++++ INPUT FOR THIS TASK ++++

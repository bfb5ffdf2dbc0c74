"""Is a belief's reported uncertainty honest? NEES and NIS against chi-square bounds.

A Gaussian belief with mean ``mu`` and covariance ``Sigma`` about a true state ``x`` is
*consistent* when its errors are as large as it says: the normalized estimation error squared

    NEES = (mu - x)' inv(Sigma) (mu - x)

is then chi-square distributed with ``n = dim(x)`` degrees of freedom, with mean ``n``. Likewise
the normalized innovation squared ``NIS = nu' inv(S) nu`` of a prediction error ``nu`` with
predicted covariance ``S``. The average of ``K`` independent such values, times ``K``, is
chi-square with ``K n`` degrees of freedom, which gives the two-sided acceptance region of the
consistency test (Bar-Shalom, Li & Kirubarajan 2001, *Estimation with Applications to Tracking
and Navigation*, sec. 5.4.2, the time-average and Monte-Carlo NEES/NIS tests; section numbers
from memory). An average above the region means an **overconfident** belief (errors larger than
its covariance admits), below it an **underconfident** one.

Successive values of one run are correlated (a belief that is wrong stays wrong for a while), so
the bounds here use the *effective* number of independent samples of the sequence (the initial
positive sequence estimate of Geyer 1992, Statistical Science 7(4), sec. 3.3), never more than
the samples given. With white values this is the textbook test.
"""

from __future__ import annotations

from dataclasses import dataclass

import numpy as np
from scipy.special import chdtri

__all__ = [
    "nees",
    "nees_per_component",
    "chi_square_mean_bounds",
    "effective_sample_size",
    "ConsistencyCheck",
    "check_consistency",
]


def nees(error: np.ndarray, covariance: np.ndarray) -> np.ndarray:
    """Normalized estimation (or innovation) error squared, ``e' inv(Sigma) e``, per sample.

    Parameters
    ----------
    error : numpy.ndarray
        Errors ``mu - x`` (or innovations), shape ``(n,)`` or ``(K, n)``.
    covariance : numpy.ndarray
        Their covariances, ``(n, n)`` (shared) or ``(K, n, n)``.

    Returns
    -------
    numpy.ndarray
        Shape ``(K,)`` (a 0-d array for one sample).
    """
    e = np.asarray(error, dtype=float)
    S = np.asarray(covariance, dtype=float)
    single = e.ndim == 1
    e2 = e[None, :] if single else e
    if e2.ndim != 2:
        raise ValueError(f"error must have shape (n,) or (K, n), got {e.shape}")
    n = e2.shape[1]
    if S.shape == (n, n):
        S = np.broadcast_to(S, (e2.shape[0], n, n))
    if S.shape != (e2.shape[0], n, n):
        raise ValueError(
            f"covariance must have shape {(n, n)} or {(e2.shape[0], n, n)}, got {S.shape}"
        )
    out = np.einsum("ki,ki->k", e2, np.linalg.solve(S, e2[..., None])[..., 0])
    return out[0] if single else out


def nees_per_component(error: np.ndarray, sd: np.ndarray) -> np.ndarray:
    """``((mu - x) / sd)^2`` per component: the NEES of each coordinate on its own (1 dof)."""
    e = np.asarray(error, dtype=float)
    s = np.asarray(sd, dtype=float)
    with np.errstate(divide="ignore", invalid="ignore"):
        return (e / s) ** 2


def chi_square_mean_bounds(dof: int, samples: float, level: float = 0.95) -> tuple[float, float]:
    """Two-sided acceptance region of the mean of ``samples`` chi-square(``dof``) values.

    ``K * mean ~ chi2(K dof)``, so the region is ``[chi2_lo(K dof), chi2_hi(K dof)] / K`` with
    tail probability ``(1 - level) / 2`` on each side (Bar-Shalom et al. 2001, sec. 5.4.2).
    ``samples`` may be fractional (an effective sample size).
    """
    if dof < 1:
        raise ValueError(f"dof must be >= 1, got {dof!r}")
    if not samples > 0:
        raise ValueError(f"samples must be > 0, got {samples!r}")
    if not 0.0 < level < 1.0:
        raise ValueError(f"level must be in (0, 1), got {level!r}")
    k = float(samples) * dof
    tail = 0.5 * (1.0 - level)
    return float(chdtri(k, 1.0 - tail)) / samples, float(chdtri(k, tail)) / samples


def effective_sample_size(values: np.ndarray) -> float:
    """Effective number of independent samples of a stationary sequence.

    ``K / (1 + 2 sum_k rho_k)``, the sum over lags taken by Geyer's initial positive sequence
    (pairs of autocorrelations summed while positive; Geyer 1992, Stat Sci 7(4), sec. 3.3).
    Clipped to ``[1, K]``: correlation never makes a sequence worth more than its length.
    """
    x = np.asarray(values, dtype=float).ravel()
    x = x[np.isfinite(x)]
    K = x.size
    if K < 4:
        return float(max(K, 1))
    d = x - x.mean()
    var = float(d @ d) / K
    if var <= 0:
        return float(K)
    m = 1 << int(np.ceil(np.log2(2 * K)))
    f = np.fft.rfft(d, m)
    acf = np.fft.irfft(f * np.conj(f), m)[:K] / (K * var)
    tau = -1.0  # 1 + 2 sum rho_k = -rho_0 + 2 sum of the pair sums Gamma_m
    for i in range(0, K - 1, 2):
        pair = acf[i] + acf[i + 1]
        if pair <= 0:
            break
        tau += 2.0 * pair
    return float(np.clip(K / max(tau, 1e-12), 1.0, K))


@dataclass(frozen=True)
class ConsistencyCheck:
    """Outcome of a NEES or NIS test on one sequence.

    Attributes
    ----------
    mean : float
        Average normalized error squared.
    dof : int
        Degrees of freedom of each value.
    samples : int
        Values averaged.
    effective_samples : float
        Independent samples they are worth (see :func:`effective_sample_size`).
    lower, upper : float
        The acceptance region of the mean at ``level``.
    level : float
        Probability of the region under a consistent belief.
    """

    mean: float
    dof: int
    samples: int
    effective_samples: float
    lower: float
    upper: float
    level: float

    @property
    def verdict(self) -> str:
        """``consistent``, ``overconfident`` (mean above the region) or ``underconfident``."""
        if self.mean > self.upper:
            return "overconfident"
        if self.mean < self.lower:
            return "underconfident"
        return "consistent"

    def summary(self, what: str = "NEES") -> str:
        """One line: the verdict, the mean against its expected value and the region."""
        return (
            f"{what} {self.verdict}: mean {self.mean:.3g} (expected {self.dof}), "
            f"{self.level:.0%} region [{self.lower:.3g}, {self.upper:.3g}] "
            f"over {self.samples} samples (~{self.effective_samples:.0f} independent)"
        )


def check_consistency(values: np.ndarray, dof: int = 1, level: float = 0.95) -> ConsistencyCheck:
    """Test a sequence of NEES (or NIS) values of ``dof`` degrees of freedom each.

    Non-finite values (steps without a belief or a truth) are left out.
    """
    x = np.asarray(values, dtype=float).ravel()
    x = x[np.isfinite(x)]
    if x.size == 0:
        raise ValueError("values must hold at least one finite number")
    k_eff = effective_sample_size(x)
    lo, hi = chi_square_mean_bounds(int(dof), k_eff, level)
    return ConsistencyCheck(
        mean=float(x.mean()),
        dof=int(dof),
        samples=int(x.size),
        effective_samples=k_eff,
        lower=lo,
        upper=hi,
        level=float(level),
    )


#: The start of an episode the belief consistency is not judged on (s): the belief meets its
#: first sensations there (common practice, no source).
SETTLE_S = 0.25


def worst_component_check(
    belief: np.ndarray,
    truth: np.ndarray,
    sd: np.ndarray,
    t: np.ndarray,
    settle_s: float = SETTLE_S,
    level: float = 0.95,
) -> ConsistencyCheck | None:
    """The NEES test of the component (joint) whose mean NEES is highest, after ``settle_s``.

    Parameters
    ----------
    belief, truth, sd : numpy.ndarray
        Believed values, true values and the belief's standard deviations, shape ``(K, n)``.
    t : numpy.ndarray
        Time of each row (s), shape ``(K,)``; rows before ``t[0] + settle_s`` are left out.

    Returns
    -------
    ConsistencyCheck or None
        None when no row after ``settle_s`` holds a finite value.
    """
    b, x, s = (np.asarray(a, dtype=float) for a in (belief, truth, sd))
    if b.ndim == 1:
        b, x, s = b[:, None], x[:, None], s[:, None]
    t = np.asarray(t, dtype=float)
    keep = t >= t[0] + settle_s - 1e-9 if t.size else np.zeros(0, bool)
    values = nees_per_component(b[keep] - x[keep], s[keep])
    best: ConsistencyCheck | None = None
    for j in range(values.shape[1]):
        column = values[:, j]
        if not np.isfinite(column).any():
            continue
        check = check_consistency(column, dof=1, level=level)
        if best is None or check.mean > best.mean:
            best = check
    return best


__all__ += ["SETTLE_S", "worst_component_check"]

++++

**PROBLEM STATEMENT:** From the entries, copy out each line containing the word "underconfident".

**TASK ANSWER:**
its covariance admits), below it an **underconfident** one.
        """``consistent``, ``overconfident`` (mean above the region) or ``underconfident``."""
            return "underconfident"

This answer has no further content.